→ **Task objective**:
Reply solely with the number of lines, in the records underneath, that include the word "pressure".

→ **Dataset items**:
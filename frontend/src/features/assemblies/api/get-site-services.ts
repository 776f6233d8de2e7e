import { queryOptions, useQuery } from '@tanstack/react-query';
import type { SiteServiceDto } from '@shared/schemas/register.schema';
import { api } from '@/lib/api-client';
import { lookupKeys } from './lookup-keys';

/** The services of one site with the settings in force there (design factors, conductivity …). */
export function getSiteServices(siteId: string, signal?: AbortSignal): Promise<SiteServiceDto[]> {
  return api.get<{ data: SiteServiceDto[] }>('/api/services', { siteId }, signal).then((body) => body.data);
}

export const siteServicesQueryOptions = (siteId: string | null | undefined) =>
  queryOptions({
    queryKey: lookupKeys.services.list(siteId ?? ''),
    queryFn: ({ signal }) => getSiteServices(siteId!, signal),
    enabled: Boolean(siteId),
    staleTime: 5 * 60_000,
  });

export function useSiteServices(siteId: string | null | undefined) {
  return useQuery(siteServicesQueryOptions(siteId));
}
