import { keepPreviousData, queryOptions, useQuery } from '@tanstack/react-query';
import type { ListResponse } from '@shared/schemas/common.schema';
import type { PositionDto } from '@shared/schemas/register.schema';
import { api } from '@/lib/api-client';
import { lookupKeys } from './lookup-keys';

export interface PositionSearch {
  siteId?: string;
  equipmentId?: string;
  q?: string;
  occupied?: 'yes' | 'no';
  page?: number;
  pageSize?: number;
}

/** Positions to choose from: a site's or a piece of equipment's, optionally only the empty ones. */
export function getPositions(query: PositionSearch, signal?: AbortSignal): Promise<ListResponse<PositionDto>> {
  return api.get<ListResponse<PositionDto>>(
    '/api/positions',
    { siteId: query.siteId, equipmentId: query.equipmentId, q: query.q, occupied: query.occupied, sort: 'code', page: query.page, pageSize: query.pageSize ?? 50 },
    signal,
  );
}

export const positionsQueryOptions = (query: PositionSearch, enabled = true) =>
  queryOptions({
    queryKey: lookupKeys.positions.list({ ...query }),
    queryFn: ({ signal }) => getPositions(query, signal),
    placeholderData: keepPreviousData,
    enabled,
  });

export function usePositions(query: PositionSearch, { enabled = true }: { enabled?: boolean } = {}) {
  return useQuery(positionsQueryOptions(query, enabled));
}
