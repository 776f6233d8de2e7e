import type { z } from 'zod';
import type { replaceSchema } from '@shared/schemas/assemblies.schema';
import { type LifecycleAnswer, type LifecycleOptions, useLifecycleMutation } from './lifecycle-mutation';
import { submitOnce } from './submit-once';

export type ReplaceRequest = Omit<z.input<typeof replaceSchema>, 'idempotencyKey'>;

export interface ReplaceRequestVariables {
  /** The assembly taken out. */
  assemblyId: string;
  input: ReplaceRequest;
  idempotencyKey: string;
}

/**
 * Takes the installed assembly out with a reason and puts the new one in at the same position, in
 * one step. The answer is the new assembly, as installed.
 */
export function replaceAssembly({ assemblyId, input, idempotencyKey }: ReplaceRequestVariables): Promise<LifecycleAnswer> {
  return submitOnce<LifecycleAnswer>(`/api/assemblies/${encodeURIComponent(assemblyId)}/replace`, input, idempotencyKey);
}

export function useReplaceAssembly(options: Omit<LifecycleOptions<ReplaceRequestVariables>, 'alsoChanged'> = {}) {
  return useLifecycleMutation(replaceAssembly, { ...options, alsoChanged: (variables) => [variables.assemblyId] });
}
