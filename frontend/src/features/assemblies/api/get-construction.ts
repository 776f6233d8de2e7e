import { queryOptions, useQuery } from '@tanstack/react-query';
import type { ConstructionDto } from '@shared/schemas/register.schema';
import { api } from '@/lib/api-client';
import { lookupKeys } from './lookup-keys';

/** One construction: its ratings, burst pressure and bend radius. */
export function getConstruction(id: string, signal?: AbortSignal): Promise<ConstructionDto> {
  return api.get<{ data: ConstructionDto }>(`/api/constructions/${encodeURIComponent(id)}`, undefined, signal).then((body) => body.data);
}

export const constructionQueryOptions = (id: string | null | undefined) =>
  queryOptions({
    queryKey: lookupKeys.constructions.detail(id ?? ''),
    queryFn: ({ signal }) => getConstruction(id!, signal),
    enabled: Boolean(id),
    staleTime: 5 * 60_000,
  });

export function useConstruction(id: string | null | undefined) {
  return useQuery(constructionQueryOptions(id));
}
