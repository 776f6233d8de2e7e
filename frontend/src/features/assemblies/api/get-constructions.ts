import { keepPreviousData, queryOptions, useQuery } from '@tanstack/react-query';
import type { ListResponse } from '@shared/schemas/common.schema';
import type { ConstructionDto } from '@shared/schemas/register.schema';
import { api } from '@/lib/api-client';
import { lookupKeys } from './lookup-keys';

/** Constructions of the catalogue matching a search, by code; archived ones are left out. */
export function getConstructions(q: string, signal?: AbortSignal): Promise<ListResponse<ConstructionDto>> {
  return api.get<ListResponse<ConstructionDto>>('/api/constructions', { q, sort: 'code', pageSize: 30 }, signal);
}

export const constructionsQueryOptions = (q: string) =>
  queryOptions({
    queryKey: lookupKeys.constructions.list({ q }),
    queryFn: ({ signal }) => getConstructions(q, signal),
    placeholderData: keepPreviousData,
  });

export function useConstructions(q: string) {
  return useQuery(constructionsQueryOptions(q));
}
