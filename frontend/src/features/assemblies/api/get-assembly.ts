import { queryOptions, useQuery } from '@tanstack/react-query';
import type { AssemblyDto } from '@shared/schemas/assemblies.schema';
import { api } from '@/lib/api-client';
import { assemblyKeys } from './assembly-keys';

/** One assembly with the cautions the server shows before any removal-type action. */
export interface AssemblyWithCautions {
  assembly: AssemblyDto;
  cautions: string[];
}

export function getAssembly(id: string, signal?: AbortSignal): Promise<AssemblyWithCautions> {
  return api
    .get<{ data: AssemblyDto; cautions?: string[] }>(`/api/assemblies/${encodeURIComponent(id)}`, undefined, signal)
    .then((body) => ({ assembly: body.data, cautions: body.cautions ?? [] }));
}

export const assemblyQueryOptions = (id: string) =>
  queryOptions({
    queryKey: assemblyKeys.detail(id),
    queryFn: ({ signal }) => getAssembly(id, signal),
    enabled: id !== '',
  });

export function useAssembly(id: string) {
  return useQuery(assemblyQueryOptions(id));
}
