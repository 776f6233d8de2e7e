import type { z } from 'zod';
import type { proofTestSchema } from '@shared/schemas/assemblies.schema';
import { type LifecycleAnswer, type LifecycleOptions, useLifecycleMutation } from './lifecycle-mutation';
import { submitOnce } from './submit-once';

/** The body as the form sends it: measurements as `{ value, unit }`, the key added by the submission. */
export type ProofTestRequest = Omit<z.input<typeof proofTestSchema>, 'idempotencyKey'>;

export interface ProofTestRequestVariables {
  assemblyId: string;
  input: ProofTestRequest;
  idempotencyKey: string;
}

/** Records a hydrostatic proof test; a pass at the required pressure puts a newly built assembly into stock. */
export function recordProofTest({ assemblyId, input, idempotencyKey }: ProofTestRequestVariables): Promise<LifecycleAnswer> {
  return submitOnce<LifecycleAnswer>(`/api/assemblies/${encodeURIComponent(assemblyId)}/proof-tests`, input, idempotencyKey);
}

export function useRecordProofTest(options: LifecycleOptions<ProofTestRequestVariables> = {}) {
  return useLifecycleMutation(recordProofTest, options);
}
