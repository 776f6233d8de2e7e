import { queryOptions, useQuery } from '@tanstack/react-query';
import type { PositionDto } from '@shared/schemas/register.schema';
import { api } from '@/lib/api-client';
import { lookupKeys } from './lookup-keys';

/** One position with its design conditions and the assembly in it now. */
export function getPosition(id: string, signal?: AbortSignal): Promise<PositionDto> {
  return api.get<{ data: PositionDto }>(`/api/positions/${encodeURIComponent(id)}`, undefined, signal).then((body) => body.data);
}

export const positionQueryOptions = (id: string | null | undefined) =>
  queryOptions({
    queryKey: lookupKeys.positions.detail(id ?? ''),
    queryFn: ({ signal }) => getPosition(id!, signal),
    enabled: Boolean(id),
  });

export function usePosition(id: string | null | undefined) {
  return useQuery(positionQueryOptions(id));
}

→ **Exercise solution**:
2